GeneralMills / pytrends

Pseudo API for Google Trends
Other
3.23k stars 816 forks source link

Updating tests expected DataFrames is a chore #569

Open Terseus opened 1 year ago

Terseus commented 1 year ago

In #541 I introduced a test suite based on VCR.py cassettes, however over time I've learned that the Google Trends API returns different data for what should be already consolidated information (e.g. search terms for 2021), for example if we try to update the cassette of the test test_interest_over_time_ok right now we get this error:

E   AssertionError: DataFrame.iloc[:, 0] (column name="pizza") are different
E
E   DataFrame.iloc[:, 0] (column name="pizza") values are different (60.0 %)
E   [index]: [2021-01-01T00:00:00.000000000, 2021-01-02T00:00:00.000000000, 2021-01-03T00:00:00.000000000, 2021-01-04T00:00:00.000000000, 2021-01-05T00:00:00.000000000]
E   [left]:  [100, 81, 78, 48, 51]
E   [right]: [100, 84, 78, 50, 52]

My approach for this problem was to add documentation on how to replace these results in the repository's contributing guidelines, however while trying to fix #566 I found that I have to update all the cassettes one by one; it's a big, time-consuming chore that not many contributors may be (reasonably) willing to do.

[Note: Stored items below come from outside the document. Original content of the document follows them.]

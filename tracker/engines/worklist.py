"""Recall worklist: choose who to book in a window, most urgent first, and fit them into weekly slots.

Pure functions over :class:`~tracker.engines.schedule.Proposal` values; no I/O.

Urgency order (most urgent first):

1. a trigger is recorded (review now);
2. more days overdue (``max(0, days_overdue)``, so everyone not yet overdue ties here);
3. progression beyond measurement variability or a projected threshold crossing;
4. earlier due date;
5. person code (a stable tie-break).

Booking (:func:`book_into_slots`): weeks start on ``window_start`` and every 7
days after it.  People are taken in urgency order.  Each is placed in the
latest week with a free slot that starts on or before their due date (so early
weeks stay free for the more urgent), else in the earliest free week after
it (booked *late*), else not booked.  A booking is late when the booked week
starts after the due date.  Everyone who cannot be seen by their due date
(booked late or not booked) is reported, most urgent and earliest due first.
"""

from __future__ import annotations

import datetime as dt
from collections.abc import Iterable
from dataclasses import dataclass

from tracker.engines.schedule import CAUTIONS, Proposal

BOOKABLE = ("due", "overdue")


@dataclass(frozen=True)
class Booking:
    """One person placed in one week.  ``days_late`` = booked week start - due date, at least 0."""

    person_code: str
    week_start: dt.date
    due: dt.date
    late: bool
    days_late: int


@dataclass(frozen=True)
class Unseen:
    """Someone who cannot be seen by their due date: booked late (``week_start``) or not booked (None)."""

    person_code: str
    due: dt.date
    week_start: dt.date | None
    reason: str


@dataclass(frozen=True)
class BookingPlan:
    """Result of :func:`book_into_slots`; bookings are in week order, then urgency."""

    bookings: tuple[Booking, ...]
    unseen: tuple[Unseen, ...]
    window_start: dt.date
    weeks: int
    slots_per_week: int
    cautions: tuple[str, ...] = CAUTIONS


def urgency_key(p: Proposal) -> tuple:
    """Sort key: triggers, then days overdue, then progression, then earliest due, then person code."""
    overdue = max(0, p.days_overdue or 0)
    due = p.due or dt.date.max
    return (0 if p.triggers else 1, -overdue, 0 if p.progression else 1, due, p.person_code)


def sort_by_urgency(proposals: Iterable[Proposal]) -> list[Proposal]:
    """Most urgent first (see :func:`urgency_key`)."""
    return sorted(proposals, key=urgency_key)


def select_due(proposals: Iterable[Proposal], window_from: dt.date, window_to: dt.date) -> list[Proposal]:
    """Proposals due or overdue by the end of the window, most urgent first.

    Included: status ``due`` or ``overdue`` with a due date on or before
    ``window_to``; anyone already overdue (due before ``window_from``) is
    included, since they are still waiting.  Released, declined (not
    recalled) and not-scheduled people are left out.
    """
    if window_to < window_from:
        raise ValueError("window_to is before window_from")
    chosen = [p for p in proposals if p.status in BOOKABLE and p.due is not None and p.due <= window_to]
    return sort_by_urgency(chosen)


def not_recalled(proposals: Iterable[Proposal]) -> list[Proposal]:
    """People who declined: listed ("declined: not recalled"), never booked."""
    return sorted((p for p in proposals if p.status == "not_recalled"), key=lambda p: p.person_code)


def lost_to_follow_up(proposals: Iterable[Proposal]) -> list[Proposal]:
    """Bookable people flagged lost to follow-up (re-contact needed), most urgent first."""
    return sort_by_urgency(p for p in proposals if "lost_to_follow_up" in p.flags and p.status in BOOKABLE)


def week_starts(window_start: dt.date, weeks: int) -> list[dt.date]:
    """Start date of each week of the window."""
    return [window_start + dt.timedelta(days=7 * k) for k in range(weeks)]


def book_into_slots(
    proposals: Iterable[Proposal], window_start: dt.date, weeks: int, slots_per_week: int
) -> BookingPlan:
    """Place bookable proposals into ``weeks`` weeks of ``slots_per_week`` slots (see module docstring).

    Proposals that are not ``due``/``overdue`` or have no due date are ignored.
    """
    if weeks <= 0 or slots_per_week < 0:
        raise ValueError("weeks must be positive and slots_per_week not negative")
    starts = week_starts(window_start, weeks)
    free = [slots_per_week] * weeks
    ordered = sort_by_urgency(p for p in proposals if p.status in BOOKABLE and p.due is not None)
    placed: list[tuple[int, int, Booking]] = []
    unseen: list[tuple[tuple, Unseen]] = []

    for rank, p in enumerate(ordered):
        assert p.due is not None
        on_time = [k for k in range(weeks) if starts[k] <= p.due]
        order = list(reversed(on_time)) + [k for k in range(weeks) if starts[k] > p.due]
        week = next((k for k in order if free[k] > 0), None)
        if week is None:
            unseen.append((urgency_key(p), Unseen(p.person_code, p.due, None, "no free slot in the window")))
            continue
        free[week] -= 1
        late = starts[week] > p.due
        days_late = max(0, (starts[week] - p.due).days)
        b = Booking(p.person_code, starts[week], p.due, late, days_late)
        placed.append((week, rank, b))
        if late:
            why = "due before the window starts" if p.due < window_start else "no free slot on or before the due date"
            unseen.append((urgency_key(p), Unseen(p.person_code, p.due, starts[week], why)))

    placed.sort(key=lambda t: (t[0], t[1]))
    unseen.sort(key=lambda t: t[0])
    return BookingPlan(
        bookings=tuple(b for _, _, b in placed),
        unseen=tuple(u for _, u in unseen),
        window_start=window_start,
        weeks=weeks,
        slots_per_week=slots_per_week,
    )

Ideally we should have a system to automate the update of the expected DataFrames allowing the user to inspect the new result to see if it's valid or not (e.g. if a bad implementation produce all zeroes we should know before replacing all the expected DataFrames).

I propose a system to update the cassettes almost automatically by leveraging the management of the DataFrame responses in a pytest fixture:

There may be some details that I don't catch right now but that's the main idea.

Please @emlazzarin tell me if it goods look to you and I'll implement it.

emlazzarin commented 1 year ago

Yeah, this sounds right. I didn't realize the tests functioned that way either. Thanks for taking a stab at it.